(Stored data entries)

----

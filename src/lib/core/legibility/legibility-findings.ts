/**
 * Findings of the legibility check: one per scenario and reason, naming the groups it binds on
 * and their electrodes, with the fix; one pass per scenario where everything reads; the caution
 * for safety-relevant readouts.
 */
import { finding, type Finding } from '../findings/finding';
import type { ScenarioAssessment } from './assess-scenario';

export const SAFETY_CAUTION =
	'This readout is marked safety-relevant: a misreading can hurt someone. The legibility verdicts ' +
	'are model predictions; confirm them with measured samples of the glass in the real light, and ' +
	'follow the applicable product standards and local regulations.';

export function scenarioFindings(assessment: ScenarioAssessment): Finding[] {
	const name = assessment.scenario.name;
	const byCode = new Map<
		string,
		{
			severity: 'warn' | 'fail';
			texts: string[];
			fix: string;
			groups: string[];
			electrodes: string[];
		}
	>();
	for (const group of assessment.groups) {
		for (const reason of group.reasons) {
			const entry = byCode.get(reason.code) ?? {
				severity: reason.severity,
				texts: [],
				fix: reason.fix,
				groups: [],
				electrodes: []
			};
			if (entry.texts.length === 0) entry.texts.push(reason.text);
			entry.groups.push(group.groupName);
			entry.electrodes.push(...group.members);
			byCode.set(reason.code, entry);
		}
	}
	if (byCode.size === 0) {
		return [
			finding({
				code: 'legibility.readable',
				severity: 'pass',
				message: `${name}: readable (contrast ${assessment.contrastRatio.toFixed(1)}:1, smallest VL ${Math.min(...assessment.groups.map((g) => g.visibilityLevel)).toFixed(1)}).`
			})
		];
	}
	const everyGroup = (groups: string[]) =>
		groups.length > 1 && groups.length === assessment.groups.length
			? `all ${groups.length} character groups`
			: groups.join(', ');
	return [...byCode.entries()].map(([code, e]) =>
		finding({
			code,
			severity: e.severity,
			message: `${name}: ${everyGroup(e.groups)} ${e.severity === 'fail' ? 'not readable' : 'marginal'}, ${e.texts[0]}.`,
			fix: e.fix,
			electrodes: [...new Set(e.electrodes)]
		})
	);
}

/**
 * Ghosting is a property of the cell and drive more than of the light: one finding lists every
 * scenario where off segments stand out, with the range of ΔE00, instead of one per scenario.
 */
export function mergeGhostFindings(
	findings: readonly Finding[],
	assessments: readonly ScenarioAssessment[]
): Finding[] {
	const ghosts = findings.filter((f) => f.code === 'legibility.ghosts-visible');
	if (ghosts.length <= 1) return [...findings];
	const hit = assessments.filter((a) =>
		a.groups.some((g) => g.reasons.some((r) => r.code === 'legibility.ghosts-visible'))
	);
	const values = hit.map((a) => a.deltaE00Ghost);
	const merged = finding({
		code: 'legibility.ghosts-visible',
		severity: 'warn',
		message:
			`Off segments stand out from the background by ΔE00 ${Math.min(...values).toFixed(1)}–${Math.max(...values).toFixed(1)} ` +
			`in ${hit.map((a) => a.scenario.name).join(', ')} (limit 1, common practice: a just-noticeable difference): ghosts visible.`,
		fix: ghosts[0].fix,
		electrodes: [...new Set(ghosts.flatMap((f) => f.electrodes))]
	});
	const first = findings.indexOf(ghosts[0]);
	return findings.flatMap((f, i) =>
		i === first ? [merged] : f.code === 'legibility.ghosts-visible' ? [] : [f]
	);
}

export function safetyCaution(): Finding {
	return finding({
		code: 'legibility.safety-caution',
		severity: 'warn',
		message: SAFETY_CAUTION,
		fix: 'Measure contrast and luminance of samples under the scenarios; have the readout reviewed against its product standard.'
	});
}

----

TASK GOAL: Line by line, output the data precisely as shown above.

YOUR RESPONSE:
filename src/lib/core/legibility/legibility-findings.ts
/**
 * Findings of the legibility check: one per scenario and reason, naming the groups it binds on
 * and their electrodes, with the fix; one pass per scenario where everything reads; the caution
 * for safety-relevant readouts.
 */
import { finding, type Finding } from '../findings/finding';
import type { ScenarioAssessment } from './assess-scenario';

export const SAFETY_CAUTION =
	'This readout is marked safety-relevant: a misreading can hurt someone. The legibility verdicts ' +
	'are model predictions; confirm them with measured samples of the glass in the real light, and ' +
	'follow the applicable product standards and local regulations.';

export function scenarioFindings(assessment: ScenarioAssessment): Finding[] {
	const name = assessment.scenario.name;
	const byCode = new Map<
		string,
		{
			severity: 'warn' | 'fail';
			texts: string[];
			fix: string;
			groups: string[];
			electrodes: string[];
		}
	>();
	for (const group of assessment.groups) {
		for (const reason of group.reasons) {
			const entry = byCode.get(reason.code) ?? {
				severity: reason.severity,
				texts: [],
				fix: reason.fix,
				groups: [],
				electrodes: []
			};
			if (entry.texts.length === 0) entry.texts.push(reason.text);
			entry.groups.push(group.groupName);
			entry.electrodes.push(...group.members);
			byCode.set(reason.code, entry);
		}
	}
	if (byCode.size === 0) {
		return [
			finding({
				code: 'legibility.readable',
				severity: 'pass',
				message: `${name}: readable (contrast ${assessment.contrastRatio.toFixed(1)}:1, smallest VL ${Math.min(...assessment.groups.map((g) => g.visibilityLevel)).toFixed(1)}).`
			})
		];
	}
	const everyGroup = (groups: string[]) =>
		groups.length > 1 && groups.length === assessment.groups.length
			? `all ${groups.length} character groups`
			: groups.join(', ');
	return [...byCode.entries()].map(([code, e]) =>
		finding({
			code,
			severity: e.severity,
			message: `${name}: ${everyGroup(e.groups)} ${e.severity === 'fail' ? 'not readable' : 'marginal'}, ${e.texts[0]}.`,
			fix: e.fix,
			electrodes: [...new Set(e.electrodes)]
		})
	);
}

/**
 * Ghosting is a property of the cell and drive more than of the light: one finding lists every
 * scenario where off segments stand out, with the range of ΔE00, instead of one per scenario.
 */
export function mergeGhostFindings(
	findings: readonly Finding[],
	assessments: readonly ScenarioAssessment[]
): Finding[] {
	const ghosts = findings.filter((f) => f.code === 'legibility.ghosts-visible');
	if (ghosts.length <= 1) return [...findings];
	const hit = assessments.filter((a) =>
		a.groups.some((g) => g.reasons.some((r) => r.code === 'legibility.ghosts-visible'))
	);
	const values = hit.map((a) => a.deltaE00Ghost);
	const merged = finding({
		code: 'legibility.ghosts-visible',
		severity: 'warn',
		message:
			`Off segments stand out from the background by ΔE00 ${Math.min(...values).toFixed(1)}–${Math.max(...values).toFixed(1)} ` +
			`in ${hit.map((a) => a.scenario.name).join(', ')} (limit 1, common practice: a just-noticeable difference): ghosts visible.`,
		fix: ghosts[0].fix,
		electrodes: [...new Set(ghosts.flatMap((f) => f.electrodes))]
	});
	const first = findings.indexOf(ghosts[0]);
	return findings.flatMap((f, i) =>
		i === first ? [merged] : f.code === 'legibility.ghosts-visible' ? [] : [f]
	);
}

export function safetyCaution(): Finding {
	return finding({
		code: 'legibility.safety-caution',
		severity: 'warn',
		message: SAFETY_CAUTION,
		fix: 'Measure contrast and luminance of samples under the scenarios; have the readout reviewed against its product standard.'
	});
}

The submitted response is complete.